■ **What to produce**
Output only the lines below from the one containing "rotation matrix, uniformly" to the one containing "rng.choice([0.0, rng.uniform(0.1, 5.0)])", exactly as written, both ends kept.
[Data under study — start]
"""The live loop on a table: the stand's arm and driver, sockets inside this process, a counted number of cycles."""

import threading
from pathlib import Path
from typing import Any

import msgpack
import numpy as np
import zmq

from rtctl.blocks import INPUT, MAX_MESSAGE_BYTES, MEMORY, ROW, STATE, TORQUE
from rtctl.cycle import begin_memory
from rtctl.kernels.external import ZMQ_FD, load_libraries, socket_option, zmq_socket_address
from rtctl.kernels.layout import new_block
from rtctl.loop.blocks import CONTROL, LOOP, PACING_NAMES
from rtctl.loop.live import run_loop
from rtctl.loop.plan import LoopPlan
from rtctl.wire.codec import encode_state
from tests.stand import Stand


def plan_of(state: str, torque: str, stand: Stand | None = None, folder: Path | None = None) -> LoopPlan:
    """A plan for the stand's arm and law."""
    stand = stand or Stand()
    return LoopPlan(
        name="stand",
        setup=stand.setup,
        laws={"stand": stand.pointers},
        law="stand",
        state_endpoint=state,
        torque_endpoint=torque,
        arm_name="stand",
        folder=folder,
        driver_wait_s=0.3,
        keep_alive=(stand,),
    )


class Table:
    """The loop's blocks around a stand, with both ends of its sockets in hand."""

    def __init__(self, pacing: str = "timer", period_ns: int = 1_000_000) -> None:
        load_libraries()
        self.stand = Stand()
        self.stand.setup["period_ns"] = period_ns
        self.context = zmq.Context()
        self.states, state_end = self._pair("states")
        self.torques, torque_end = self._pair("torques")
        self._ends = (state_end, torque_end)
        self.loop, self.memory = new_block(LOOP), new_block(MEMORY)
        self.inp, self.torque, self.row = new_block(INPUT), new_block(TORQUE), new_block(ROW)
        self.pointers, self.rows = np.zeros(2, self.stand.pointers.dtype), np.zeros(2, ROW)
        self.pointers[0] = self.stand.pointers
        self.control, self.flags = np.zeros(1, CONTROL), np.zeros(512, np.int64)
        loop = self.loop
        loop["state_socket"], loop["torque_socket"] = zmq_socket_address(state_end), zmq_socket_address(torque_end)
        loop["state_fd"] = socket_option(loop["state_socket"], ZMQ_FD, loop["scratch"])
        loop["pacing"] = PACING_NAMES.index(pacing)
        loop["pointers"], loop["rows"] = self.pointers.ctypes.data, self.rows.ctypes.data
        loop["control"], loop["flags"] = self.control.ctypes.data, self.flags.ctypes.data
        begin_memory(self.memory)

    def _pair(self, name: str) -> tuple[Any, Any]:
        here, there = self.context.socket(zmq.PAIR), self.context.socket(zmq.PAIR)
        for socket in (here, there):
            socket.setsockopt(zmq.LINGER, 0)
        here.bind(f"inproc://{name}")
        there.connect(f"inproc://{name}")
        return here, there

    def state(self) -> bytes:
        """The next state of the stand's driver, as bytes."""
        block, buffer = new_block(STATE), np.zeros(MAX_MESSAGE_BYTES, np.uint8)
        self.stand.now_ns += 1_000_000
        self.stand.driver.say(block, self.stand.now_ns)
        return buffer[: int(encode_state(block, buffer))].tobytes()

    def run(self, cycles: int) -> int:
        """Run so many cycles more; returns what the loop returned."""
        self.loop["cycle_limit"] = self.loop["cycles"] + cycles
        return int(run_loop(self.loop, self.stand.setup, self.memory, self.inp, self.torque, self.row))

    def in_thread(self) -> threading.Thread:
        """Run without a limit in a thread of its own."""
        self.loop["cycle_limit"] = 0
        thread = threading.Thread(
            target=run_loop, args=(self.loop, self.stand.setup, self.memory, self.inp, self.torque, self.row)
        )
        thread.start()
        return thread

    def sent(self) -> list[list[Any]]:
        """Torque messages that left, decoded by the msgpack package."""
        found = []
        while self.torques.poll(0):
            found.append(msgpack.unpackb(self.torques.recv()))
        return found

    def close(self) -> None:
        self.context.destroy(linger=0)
[Data under study — finish]
[Data under study — start]
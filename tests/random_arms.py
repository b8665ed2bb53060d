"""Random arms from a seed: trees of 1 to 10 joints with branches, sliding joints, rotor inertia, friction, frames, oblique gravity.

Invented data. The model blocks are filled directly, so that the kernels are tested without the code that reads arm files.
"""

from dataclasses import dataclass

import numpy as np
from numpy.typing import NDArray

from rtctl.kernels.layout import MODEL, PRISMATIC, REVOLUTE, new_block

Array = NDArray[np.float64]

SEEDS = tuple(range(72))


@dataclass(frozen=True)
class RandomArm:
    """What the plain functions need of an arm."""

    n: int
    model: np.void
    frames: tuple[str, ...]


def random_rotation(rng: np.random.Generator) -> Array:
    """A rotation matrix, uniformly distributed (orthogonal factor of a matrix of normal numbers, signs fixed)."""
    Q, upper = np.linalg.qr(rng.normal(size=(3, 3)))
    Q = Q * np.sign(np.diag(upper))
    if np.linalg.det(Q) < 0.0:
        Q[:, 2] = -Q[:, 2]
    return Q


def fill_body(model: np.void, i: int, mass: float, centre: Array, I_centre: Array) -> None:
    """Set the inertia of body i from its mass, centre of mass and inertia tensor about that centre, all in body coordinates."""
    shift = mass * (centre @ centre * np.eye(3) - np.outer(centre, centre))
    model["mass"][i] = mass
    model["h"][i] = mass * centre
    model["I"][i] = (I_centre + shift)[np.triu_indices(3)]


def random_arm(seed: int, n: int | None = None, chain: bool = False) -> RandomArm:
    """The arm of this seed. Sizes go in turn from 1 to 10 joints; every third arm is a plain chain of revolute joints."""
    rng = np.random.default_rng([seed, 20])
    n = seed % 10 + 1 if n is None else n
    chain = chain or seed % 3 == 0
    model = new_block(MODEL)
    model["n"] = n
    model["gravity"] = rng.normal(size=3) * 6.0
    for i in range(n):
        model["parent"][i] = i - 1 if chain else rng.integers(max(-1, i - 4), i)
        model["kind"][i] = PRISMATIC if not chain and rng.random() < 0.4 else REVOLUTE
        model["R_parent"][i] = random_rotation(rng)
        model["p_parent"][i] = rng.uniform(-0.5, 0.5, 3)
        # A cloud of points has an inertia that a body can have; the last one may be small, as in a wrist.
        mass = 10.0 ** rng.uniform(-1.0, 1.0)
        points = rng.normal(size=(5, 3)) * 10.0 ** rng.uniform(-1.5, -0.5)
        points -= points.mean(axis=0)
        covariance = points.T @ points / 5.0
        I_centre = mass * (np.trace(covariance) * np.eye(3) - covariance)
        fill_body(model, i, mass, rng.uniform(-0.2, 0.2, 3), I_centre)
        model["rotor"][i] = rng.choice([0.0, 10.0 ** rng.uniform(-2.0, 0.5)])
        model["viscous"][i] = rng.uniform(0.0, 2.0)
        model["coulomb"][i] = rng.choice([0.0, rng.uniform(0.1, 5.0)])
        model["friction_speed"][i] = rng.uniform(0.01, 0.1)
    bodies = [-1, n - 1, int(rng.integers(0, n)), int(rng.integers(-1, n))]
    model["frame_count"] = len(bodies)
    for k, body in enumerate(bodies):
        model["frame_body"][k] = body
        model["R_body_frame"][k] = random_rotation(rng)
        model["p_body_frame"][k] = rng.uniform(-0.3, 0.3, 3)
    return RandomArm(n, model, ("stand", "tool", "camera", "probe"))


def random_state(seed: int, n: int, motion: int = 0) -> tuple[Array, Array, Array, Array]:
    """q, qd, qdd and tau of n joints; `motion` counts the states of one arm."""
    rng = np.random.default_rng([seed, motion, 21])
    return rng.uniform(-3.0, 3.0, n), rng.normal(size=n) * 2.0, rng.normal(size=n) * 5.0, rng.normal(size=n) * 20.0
[Data under study — finish]
[Data under study — start]
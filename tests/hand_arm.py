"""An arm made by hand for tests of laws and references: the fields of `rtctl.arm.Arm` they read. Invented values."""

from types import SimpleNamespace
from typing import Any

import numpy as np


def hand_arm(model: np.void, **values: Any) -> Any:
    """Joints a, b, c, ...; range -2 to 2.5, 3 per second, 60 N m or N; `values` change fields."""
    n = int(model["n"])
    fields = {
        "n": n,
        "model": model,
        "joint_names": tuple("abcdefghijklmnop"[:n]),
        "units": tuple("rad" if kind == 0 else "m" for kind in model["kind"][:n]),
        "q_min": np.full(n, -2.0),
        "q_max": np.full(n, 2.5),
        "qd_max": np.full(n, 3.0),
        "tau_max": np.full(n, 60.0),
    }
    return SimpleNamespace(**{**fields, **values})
[Data under study — finish]
■ **Written solution**
    """A rotation matrix, uniformly distributed (orthogonal factor of a matrix of normal numbers, signs fixed)."""
    Q, upper = np.linalg.qr(rng.normal(size=(3, 3)))
    Q = Q * np.sign(np.diag(upper))
    if np.linalg.det(Q) < 0.0:
        Q[:, 2] = -Q[:, 2]
    return Q


def fill_body(model: np.void, i: int, mass: float, centre: Array, I_centre: Array) -> None:
    """Set the inertia of body i from its mass, centre of mass and inertia tensor about that centre, all in body coordinates."""
    shift = mass * (centre @ centre * np.eye(3) - np.outer(centre, centre))
    model["mass"][i] = mass
    model["h"][i] = mass * centre
    model["I"][i] = (I_centre + shift)[np.triu_indices(3)]


def random_arm(seed: int, n: int | None = None, chain: bool = False) -> RandomArm:
    """The arm of this seed. Sizes go in turn from 1 to 10 joints; every third arm is a plain chain of revolute joints."""
    rng = np.random.default_rng([seed, 20])
    n = seed % 10 + 1 if n is None else n
    chain = chain or seed % 3 == 0
    model = new_block(MODEL)
    model["n"] = n
    model["gravity"] = rng.normal(size=3) * 6.0
    for i in range(n):
        model["parent"][i] = i - 1 if chain else rng.integers(max(-1, i - 4), i)
        model["kind"][i] = PRISMATIC if not chain and rng.random() < 0.4 else REVOLUTE
        model["R_parent"][i] = random_rotation(rng)
        model["p_parent"][i] = rng.uniform(-0.5, 0.5, 3)
        # A cloud of points has an inertia that a body can have; the last one may be small, as in a wrist.
        mass = 10.0 ** rng.uniform(-1.0, 1.0)
        points = rng.normal(size=(5, 3)) * 10.0 ** rng.uniform(-1.5, -0.5)
        points -= points.mean(axis=0)
        covariance = points.T @ points / 5.0
        I_centre = mass * (np.trace(covariance) * np.eye(3) - covariance)
        fill_body(model, i, mass, rng.uniform(-0.2, 0.2, 3), I_centre)
        model["rotor"][i] = rng.choice([0.0, 10.0 ** rng.uniform(-2.0, 0.5)])
        model["viscous"][i] = rng.uniform(0.0, 2.0)
        model["coulomb"][i] = rng.choice([0.0, rng.uniform(0.1, 5.0)])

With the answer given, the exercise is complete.